Segment Start: RECORD SET
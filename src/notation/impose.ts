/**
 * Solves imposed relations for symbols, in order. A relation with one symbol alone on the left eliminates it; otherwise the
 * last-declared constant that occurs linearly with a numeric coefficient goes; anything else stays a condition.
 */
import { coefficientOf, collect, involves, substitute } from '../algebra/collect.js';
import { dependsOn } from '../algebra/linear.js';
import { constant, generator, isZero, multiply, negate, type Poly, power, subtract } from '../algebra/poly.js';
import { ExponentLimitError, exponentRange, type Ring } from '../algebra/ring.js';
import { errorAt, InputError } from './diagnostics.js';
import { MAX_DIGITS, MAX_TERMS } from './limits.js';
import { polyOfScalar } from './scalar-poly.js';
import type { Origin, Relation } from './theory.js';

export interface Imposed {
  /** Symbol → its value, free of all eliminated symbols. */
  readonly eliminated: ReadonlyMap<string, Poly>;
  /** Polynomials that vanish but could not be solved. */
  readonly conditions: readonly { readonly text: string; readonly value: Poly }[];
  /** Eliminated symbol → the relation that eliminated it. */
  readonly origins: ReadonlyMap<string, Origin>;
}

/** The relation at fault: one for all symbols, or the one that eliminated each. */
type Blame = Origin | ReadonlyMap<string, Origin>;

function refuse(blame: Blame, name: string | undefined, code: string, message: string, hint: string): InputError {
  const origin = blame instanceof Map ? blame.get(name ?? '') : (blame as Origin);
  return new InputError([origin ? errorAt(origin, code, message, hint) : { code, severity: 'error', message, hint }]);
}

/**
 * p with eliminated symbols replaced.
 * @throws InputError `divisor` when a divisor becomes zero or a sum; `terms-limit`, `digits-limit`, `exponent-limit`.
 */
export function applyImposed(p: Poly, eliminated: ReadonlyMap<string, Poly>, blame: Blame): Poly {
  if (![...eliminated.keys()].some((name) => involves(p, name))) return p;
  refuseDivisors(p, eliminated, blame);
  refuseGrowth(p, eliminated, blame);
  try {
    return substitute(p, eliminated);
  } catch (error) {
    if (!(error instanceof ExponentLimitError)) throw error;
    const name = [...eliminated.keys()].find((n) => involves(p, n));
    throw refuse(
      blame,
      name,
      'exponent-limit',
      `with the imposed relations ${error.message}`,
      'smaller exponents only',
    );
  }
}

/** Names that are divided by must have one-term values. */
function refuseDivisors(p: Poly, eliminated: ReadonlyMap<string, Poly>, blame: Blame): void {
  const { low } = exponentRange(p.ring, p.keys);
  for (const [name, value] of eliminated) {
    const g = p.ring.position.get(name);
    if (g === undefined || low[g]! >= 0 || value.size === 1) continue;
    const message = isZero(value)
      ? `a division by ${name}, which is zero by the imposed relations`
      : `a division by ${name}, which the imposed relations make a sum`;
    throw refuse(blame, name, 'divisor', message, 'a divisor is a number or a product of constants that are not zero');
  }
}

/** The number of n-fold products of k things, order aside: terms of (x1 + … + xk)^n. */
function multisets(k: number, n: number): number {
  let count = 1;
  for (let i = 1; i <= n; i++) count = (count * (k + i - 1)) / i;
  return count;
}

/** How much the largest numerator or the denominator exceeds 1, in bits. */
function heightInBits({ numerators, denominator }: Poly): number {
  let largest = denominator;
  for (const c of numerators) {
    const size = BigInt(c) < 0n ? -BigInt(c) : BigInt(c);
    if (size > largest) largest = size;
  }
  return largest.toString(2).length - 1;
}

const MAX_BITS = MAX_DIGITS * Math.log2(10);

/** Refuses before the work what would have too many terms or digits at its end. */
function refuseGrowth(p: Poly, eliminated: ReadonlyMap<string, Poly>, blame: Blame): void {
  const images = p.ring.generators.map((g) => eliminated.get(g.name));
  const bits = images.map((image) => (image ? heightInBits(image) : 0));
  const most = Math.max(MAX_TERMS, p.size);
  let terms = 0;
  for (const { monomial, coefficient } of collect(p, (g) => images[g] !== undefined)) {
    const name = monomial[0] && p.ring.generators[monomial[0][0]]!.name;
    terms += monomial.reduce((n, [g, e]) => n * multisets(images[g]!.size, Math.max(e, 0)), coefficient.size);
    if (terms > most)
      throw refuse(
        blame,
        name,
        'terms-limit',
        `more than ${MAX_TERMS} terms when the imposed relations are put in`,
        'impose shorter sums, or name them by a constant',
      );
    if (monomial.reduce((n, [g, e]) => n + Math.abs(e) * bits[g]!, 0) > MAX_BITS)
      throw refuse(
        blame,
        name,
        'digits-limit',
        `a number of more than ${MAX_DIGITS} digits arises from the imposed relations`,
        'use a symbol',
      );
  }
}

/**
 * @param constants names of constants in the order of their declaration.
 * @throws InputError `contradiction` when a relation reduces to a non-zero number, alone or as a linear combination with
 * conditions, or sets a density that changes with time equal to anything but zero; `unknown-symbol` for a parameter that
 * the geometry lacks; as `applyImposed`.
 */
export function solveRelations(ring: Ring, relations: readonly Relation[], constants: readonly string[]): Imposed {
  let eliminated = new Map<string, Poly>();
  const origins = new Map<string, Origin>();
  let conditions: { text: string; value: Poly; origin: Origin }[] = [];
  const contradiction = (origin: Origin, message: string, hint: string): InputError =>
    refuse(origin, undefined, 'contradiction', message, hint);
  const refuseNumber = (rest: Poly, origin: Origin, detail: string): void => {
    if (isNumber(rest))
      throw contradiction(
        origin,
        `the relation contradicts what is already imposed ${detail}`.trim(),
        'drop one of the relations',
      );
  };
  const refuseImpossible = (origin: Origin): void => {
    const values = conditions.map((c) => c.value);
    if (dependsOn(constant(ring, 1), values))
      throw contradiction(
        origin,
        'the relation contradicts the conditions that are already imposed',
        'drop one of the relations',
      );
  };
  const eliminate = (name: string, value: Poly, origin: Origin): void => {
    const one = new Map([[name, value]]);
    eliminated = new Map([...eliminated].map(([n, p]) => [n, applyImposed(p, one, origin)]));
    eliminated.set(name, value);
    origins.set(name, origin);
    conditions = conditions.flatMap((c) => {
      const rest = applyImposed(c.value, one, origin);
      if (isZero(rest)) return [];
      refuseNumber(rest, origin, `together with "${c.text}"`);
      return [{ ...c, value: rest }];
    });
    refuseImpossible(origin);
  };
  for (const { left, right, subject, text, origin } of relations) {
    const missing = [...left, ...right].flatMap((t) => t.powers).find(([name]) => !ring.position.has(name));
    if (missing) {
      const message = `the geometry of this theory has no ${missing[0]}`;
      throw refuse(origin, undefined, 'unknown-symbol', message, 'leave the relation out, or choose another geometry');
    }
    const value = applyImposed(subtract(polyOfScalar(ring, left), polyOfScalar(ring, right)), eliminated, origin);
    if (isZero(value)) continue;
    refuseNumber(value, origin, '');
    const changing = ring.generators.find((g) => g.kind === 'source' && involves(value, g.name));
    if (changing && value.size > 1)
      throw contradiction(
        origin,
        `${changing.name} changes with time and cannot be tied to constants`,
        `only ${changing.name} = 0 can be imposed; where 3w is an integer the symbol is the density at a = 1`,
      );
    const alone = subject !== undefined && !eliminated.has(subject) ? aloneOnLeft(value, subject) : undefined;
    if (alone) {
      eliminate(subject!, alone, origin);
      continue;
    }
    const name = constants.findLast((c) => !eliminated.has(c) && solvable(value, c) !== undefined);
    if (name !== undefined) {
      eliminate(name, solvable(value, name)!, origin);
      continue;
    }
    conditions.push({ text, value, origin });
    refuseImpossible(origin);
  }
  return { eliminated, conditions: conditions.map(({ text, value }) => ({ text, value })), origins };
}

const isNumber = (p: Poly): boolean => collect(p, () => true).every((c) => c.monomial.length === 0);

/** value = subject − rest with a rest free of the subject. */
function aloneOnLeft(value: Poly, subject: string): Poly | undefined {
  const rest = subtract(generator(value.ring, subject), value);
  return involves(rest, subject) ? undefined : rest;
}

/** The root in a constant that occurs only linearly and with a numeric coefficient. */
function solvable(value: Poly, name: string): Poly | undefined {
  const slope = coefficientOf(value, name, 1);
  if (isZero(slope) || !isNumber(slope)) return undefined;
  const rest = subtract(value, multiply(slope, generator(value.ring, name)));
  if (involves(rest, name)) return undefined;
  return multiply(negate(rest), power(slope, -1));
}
Segment End: RECORD SET
Segment Start: RECORD SET
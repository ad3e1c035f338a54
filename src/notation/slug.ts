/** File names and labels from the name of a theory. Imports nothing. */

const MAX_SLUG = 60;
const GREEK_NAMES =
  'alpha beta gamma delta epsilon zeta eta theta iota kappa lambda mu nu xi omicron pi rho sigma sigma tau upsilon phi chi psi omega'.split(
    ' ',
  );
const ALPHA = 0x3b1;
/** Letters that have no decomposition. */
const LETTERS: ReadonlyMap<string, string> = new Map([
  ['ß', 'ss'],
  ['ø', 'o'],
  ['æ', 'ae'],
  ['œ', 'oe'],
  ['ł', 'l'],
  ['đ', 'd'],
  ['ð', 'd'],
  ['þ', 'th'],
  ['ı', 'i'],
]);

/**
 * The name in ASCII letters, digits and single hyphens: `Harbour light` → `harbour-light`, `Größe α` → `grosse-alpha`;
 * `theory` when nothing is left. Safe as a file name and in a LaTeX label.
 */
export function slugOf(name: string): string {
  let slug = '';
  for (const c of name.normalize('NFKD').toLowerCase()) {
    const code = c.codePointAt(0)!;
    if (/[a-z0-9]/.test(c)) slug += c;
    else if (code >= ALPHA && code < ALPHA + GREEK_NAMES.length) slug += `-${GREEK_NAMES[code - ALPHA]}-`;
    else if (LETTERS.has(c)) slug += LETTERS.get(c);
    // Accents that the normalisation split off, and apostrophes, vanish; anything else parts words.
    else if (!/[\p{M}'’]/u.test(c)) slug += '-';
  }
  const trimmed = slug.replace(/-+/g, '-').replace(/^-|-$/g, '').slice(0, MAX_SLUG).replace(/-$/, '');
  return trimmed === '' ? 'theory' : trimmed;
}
Segment End: RECORD SET
### WORK TO BE COMPLETED
Would you please copy, word for word, everything above from the line containing "number of more" down to the line containing "if (isZero(rest)) return [];", those two lines included?

### ANSWER BOX
        `a number of more than ${MAX_DIGITS} digits arises from the imposed relations`,
        'use a symbol',
      );
  }
}

/**
 * @param constants names of constants in the order of their declaration.
 * @throws InputError `contradiction` when a relation reduces to a non-zero number, alone or as a linear combination with
 * conditions, or sets a density that changes with time equal to anything but zero; `unknown-symbol` for a parameter that
 * the geometry lacks; as `applyImposed`.
 */
export function solveRelations(ring: Ring, relations: readonly Relation[], constants: readonly string[]): Imposed {
  let eliminated = new Map<string, Poly>();
  const origins = new Map<string, Origin>();
  let conditions: { text: string; value: Poly; origin: Origin }[] = [];
  const contradiction = (origin: Origin, message: string, hint: string): InputError =>
    refuse(origin, undefined, 'contradiction', message, hint);
  const refuseNumber = (rest: Poly, origin: Origin, detail: string): void => {
    if (isNumber(rest))
      throw contradiction(
        origin,
        `the relation contradicts what is already imposed ${detail}`.trim(),
        'drop one of the relations',
      );
  };
  const refuseImpossible = (origin: Origin): void => {
    const values = conditions.map((c) => c.value);
    if (dependsOn(constant(ring, 1), values))
      throw contradiction(
        origin,
        'the relation contradicts the conditions that are already imposed',
        'drop one of the relations',
      );
  };
  const eliminate = (name: string, value: Poly, origin: Origin): void => {
    const one = new Map([[name, value]]);
    eliminated = new Map([...eliminated].map(([n, p]) => [n, applyImposed(p, one, origin)]));
    eliminated.set(name, value);
    origins.set(name, origin);
    conditions = conditions.flatMap((c) => {
      const rest = applyImposed(c.value, one, origin);
      if (isZero(rest)) return [];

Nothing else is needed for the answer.